Singapore Oil Trading Giant On Verge Of Collapse After Banks Freeze Credit Lines

Back in the second half of 2015, shortly after Saudi Arabia unleashed the (first) OPEC disintegration by flooding the market with oil in hopes of killing US shale (so deja vu… only back then it took it about two years for it to realize its low production costs are no match for the US junk bond market) and when China’s economy briefly collapsed forcing Beijing to devalue its currency and trigger a violent plunge in commodity prices around the globe (so deja vu… only back then the Shanghai Accord of Jan 2016 restored order to the world), traders were looking for ways to short the chaos and one of the favorite trades was to bet on the collapse of commodity merchants such as Glencore, Vitol, Trafigura and Mercuria, whose fates were closely interwoven with the prices of the commodities they traded. As a result, Glencore’s stock price plunged and its CDS soared amid fears the commodity crash cascade would lead to a default wave among anyone with commodity exposure.

Fast forward 5 years when the biggest commodity crash in generations, one which has sent the price of oil tumbling to levels not seen since George H.W. Bush was invading Middle Eastern nations, and… nothing: while the Glencores of the world have indeed dropped, their valuations are nowhere near the late 2015 lows even as the prices of several key commodities have rarely been lower.

That might be changing, however, because the longer global economic activity fails to rebound and the longer commodity prices remain at their current depressed levels, the more the global liquidity crisis will transform into a solvency crisis, hitting some of the most prominent commodity traders in the world… such as Singapore’s iconic oil trader Hin Leong Trading, which according to Bloomberg has appointed advisers to help in talks with banks as some of them freeze credit lines to the firm.

Yesterday, Bloomberg first reported that at least two lenders won’t issue new letters of credit to Hin Leong amid concerns over its ability to repay debt; as a result, the firm appointed advisers this week to help negotiate with banks for more time to resolve its finances.

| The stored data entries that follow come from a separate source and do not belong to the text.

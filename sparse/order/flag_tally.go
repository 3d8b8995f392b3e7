package order

import (
	"context"
	"errors"
	"fmt"
	"math"
	"slices"
	"strconv"
	"strings"
	"sync"
	"sync/atomic"

	"pairloom/sparse/source"
)

// What cells of a flag complex take while it is built, in bytes: neighbour lists,
// sorting, offsets, and the pages of the files that are written.
const bytesVertex = 32

func bytesEdge(top int) uint64 { return 56 + 4*uint64(min(top, 12)) }

func bytesClique(k, top int) uint64 {
	cells, column, others := 4*(k+1)+8, 4*(k+1), 4*(k-1)
	if k == top {
		others = 0
	}
	return uint64(cells + column + others)
}

// tally counts the simplices of a flag complex by degree and longest edge, before
// anything is built, and stops as soon as they outgrow the budget.
type tally struct {
	flag   *flag
	top    int                  // highest degree counted
	most   uint64               // bytes allowed
	cost   [verticesMost]uint64 // bytes of a simplex by degree
	dim    int                  // highest degree found
	n      [verticesMost]uint64 // simplices by degree, when all are counted
	degree [verticesMost]perEdge
	found  [verticesMost]atomic.Uint64
	bytes  atomic.Uint64 // of what is found
	edges  atomic.Uint64 // done
}

// perEdge is a number for every edge, made when it is first needed: how many simplices
// of one degree have it as their longest; later, how many all edges before it have.
type perEdge struct {
	once sync.Once
	at   []uint32
	own  array[uint32]
}

func newTally(f *flag, top int, budget uint64) *tally {
	t := &tally{flag: f, top: top, most: budget}
	if budget == 0 {
		t.most = math.MaxUint64
	}
	t.cost[0], t.cost[1] = bytesVertex, bytesEdge(top)
	for k := 2; k <= top; k++ {
		t.cost[k] = bytesClique(k, top)
	}
	return t
}

// base is what is needed without edges.
func (t *tally) base() uint64 { return t.flag.held + uint64(t.flag.n)*bytesVertex }

func (t *tally) free() {
	for k := range t.degree {
		t.degree[k].at = nil
		t.degree[k].own.free()
	}
}

// run counts everything. Errors: *source.TooBig, or the end of ctx.
func (t *tally) run(ctx context.Context, threads int, p source.Progress) error {
	t.bytes.Store(t.base())
	err := share(ctx, t.flag.edges(), threads, func() func(lo, hi int) error {
		x := &nest{f: t.flag, top: t.top}
		return func(lo, hi int) error { return t.count(ctx, x, lo, hi, p) }
	})
	if ctx.Err() != nil {
		return context.Cause(ctx)
	}
	if err != nil && err != errOver {
		return err
	}
	if over := t.sum(); over >= 0 || t.flag.all > uint64(t.flag.edges()) {
		return t.tooBig(over)
	}
	return nil
}

// errOver stops the counting: those who still count finish their stretches, so that
// all edges before any counted one are counted, whatever the number of goroutines.
var errOver = errors.New("order: over budget")

func (t *tally) count(ctx context.Context, x *nest, lo, hi int, p source.Progress) error {
	sum, steps, fits := t.cost[1]*uint64(hi-lo), 0, true
	for e := lo; e < hi && t.top > 1; e++ {
		own := uint64(0)
		var stopped error
		x.walk(uint32(e), func(k int, l *level) bool {
			own += uint64(len(l.at)) * t.cost[k]
			if steps++; steps%(1<<14) == 0 && ctx.Err() != nil {
				stopped = context.Cause(ctx)
			}
			return own <= t.most && x.done[k] < math.MaxUint32 && stopped == nil
		})
		if stopped != nil {
			return stopped
		}
		for k := 2; k <= t.top && x.done[k] > 0; k++ {
			t.of(k)[e] = uint32(min(x.done[k], math.MaxUint32))
			fits = t.found[k].Add(x.done[k]) < math.MaxUint32 && fits
		}
		sum += own
	}
	p.Advance(t.edges.Add(uint64(hi-lo)), uint64(t.flag.edges()))
	if t.bytes.Add(sum) > t.most || !fits {
		return errOver
	}
	return nil
}

func (t *tally) of(k int) []uint32 {
	d := &t.degree[k]
	d.once.Do(func() { d.at = d.own.make(t.flag.edges() + 1) })
	return d.at
}

// sum turns counts into offsets and adds them up. It returns the first edge up to
// which the complex does not fit, or −1; t.n then counts what is up to that edge.
func (t *tally) sum() (over int) {
	t.n[0] = uint64(t.flag.n)
	bytes := t.base()
	if bytes > t.most {
		return 0
	}
	for t.dim = 1; t.dim < t.top && t.degree[t.dim+1].at != nil; t.dim++ {
	}
	for e := range t.flag.edges() {
		t.n[1]++
		bytes += t.cost[1]
		fits := true
		for k := 2; k <= t.dim; k++ {
			c := t.degree[k].at[e]
			t.degree[k].at[e] = uint32(t.n[k])
			t.n[k] += uint64(c)
			bytes += uint64(c) * t.cost[k]
			fits = fits && t.n[k] < math.MaxUint32
		}
		if bytes > t.most || !fits {
			return e
		}
	}
	for k := 2; k <= t.dim; k++ {
		t.degree[k].at[t.flag.edges()] = uint32(t.n[k])
	}
	if t.n[1] == 0 {
		t.dim = 0
	}
	return -1
}

// tooBig says what was counted up to the edge where the complex stops fitting, and the
// largest scale up to which it fits: the length of the longest edges that are all before
// it. With over = −1 all edges here fit, and the whole graph has more.
func (t *tally) tooBig(over int) error {
	f := t.flag
	need, fits := f.held, "no --max-scale fits"
	for k, n := range t.n[:t.dim+1] {
		need += n * t.cost[k]
	}
	need += (f.all - t.n[1]) * t.cost[1]
	last := f.edges() - 1
	if over >= 0 {
		last = over - 1
		for last >= 0 && f.value[last] == f.value[over] {
			last-- // ties stand or fall together
		}
	}
	if last >= 0 {
		fits = "use --max-scale " + strconv.FormatFloat(f.value[last], 'g', -1, 64)
	}
	counts := []string{fmt.Sprintf("%d vertices", f.n), fmt.Sprintf("%d edges", f.all)}
	for k := 2; k <= t.dim; k++ {
		counts = append(counts, fmt.Sprintf("more than %d simplices of degree %d", t.n[k]-min(t.n[k], 1), k))
	}
	allowed := fmt.Sprintf("%d are allowed", t.most)
	if slices.Max(t.n[:]) >= math.MaxUint32 {
		allowed = "a degree can have at most 2^32-2 cells"
	}
	return &source.TooBig{Why: fmt.Sprintf("%s: the flag complex up to degree %d has %s; it needs more than %d bytes and %s: %s, fewer --degrees or more --memory",
		f.path, t.top, strings.Join(counts, ", "), need-min(need, 1), allowed, fits)}
}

Letters of credit are a critical financial backstop for commodity traders, used as way of financing critical short-term trade. A bank issues the so-called L/C on behalf of the buyer as a guarantee of payment to the seller. Once the goods have exchanged hands, the buyer repays the lender.

Hin Leong suddenly finds itself without providers of L/Cs – for reasons still not exactly known – without which it is effectively paralyzed as it needs to front cash for any transactions, something no modern commodity merchant can afford to do.

While it’s note exactly Trafigura, the privately-held company founded by legendary self-made Chinese tycoon Lim Oon Kuin could be the latest casualty of the crash in oil prices. Meanwhile, speculation over Hin Leong’s potentiall collapse has ricocheted around the tight-knit oil trading community in Singapore, one of the world’s most important oil markets and the biggest ship fueling hub. Think of Hin Leong as Singapore’s oil “Lehman”, because as Bloomberg notes, before crude’s spectacular crash, it would have been almost unthinkable that such a major player in the market could be in such a position.

Now, not so much.

Billionaire Lim Oon Kuin, 76, founded Hin Leong Trading in 1963 at age 20 with a single truck delivering diesel to fishermen and small rural power producers. Since then OK Lim, as the founder is known, has grown the company into one of Asia’s largest suppliers of ship fuel, or bunkers, and one of Singapore largest independent oil traders. OK Lim built the company from a one-man-one-truck oil dealer to a regional powerhouse with assets including 130 vessels, with businesses across oil trading, terminal and storage, bunker supply and lubricants manufacturing, according to its website.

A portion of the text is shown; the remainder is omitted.